A fresh battle for control of the digital set top box (STB) market could be in the offing with the recent entry of new players, one year after the country switched from analogue to digital transmission of TV signals.
This comes at a time when a new report indicates that ownership of STBs in Kenya has risen to 71 per cent due to increased affordability, further widening the pool for companies wishing to dive into the market.
This week, the African Digital Consortium (ADN) started distributing its free-to-air decoders in the market that is currently dominated by DStv, Pan-Africa Network Group, Bamba TV, KBC (Signet) and Zuku.

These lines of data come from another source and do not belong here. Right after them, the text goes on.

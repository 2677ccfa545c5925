import { Op } from 'sequelize';
import { AuditEvent } from '@/models';
import { db } from '@/lib/db/connection';

/** Failed sign-ins allowed per account within the window before it is locked for the rest of it. */
export const MAX_FAILURES = 10;
export const WINDOW_MS = 15 * 60 * 1000;

function normalise(email: string): string {
  return email.trim().toLowerCase();
}

/** Failures recorded for this e-mail address within the window. */
export async function recentFailures(email: string): Promise<number> {
  await db();
  return AuditEvent.count({
    where: {
      action: 'signin.failed',
      entityId: normalise(email),
      createdAt: { [Op.gte]: new Date(Date.now() - WINDOW_MS) },
    },
  });
}

export async function isLocked(email: string): Promise<boolean> {
  return (await recentFailures(email)) >= MAX_FAILURES;
}

export async function recordFailure(email: string): Promise<void> {
  await db();
  await AuditEvent.create({ userId: null, action: 'signin.failed', entityType: 'account', entityId: normalise(email), detail: null });
}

Over The Top (OTT) service provider Netflix also recently launched in the country, while android TV boxes which enable viewers to stream international channels directly from the Internet have also been gaining popularity.
“In December, 71 per cent of those with TV sets owned a set top box, up 8 per cent from the 63 per cent who owned a set top box in July. In Nairobi, which was the first area to transition to digital signal, 79 per cent now own a set top box, which is a 7 per cent increase from July,” says the report by Geo-Poll.
THE BETTER OPTIONS
DStv, whose market Netflix seeks to penetrate, has started an aggressive campaign to protect its top position.
It has been running an online advertising campaign to convince subscribers and the public why, compared with Netflix, it is the better option, with a comparison chart.
The South African company, which also owns GoTV, says in the advertisements that it has “more content and no Internet connection is required” to watch its programmes, and that unlike Netflix it is an African company.
DStv recently returned the Barclays Premier League to Super Sport 3 to the delight of its Compact Plus subscribers, while a marketing promotion that had seen it slash its installation price to Sh5,000 over the Christmas period has been extended.
The firm has also added more channels to its GoTV bouquet for the same price.
Netflix, the world’s leading Internet television network with over 75 million members, is hoping to eat into DStv and Zuku’s market and has placed its subscription rates lower than the two companies at Sh815 and Sh1,222 a month.
In turn, Wananchi Group, the owners of Zuku, this week increased the bandwidth for its Infinite package and marginally increased the subscription fees, a move the company says is aimed at enhancing the customer experience.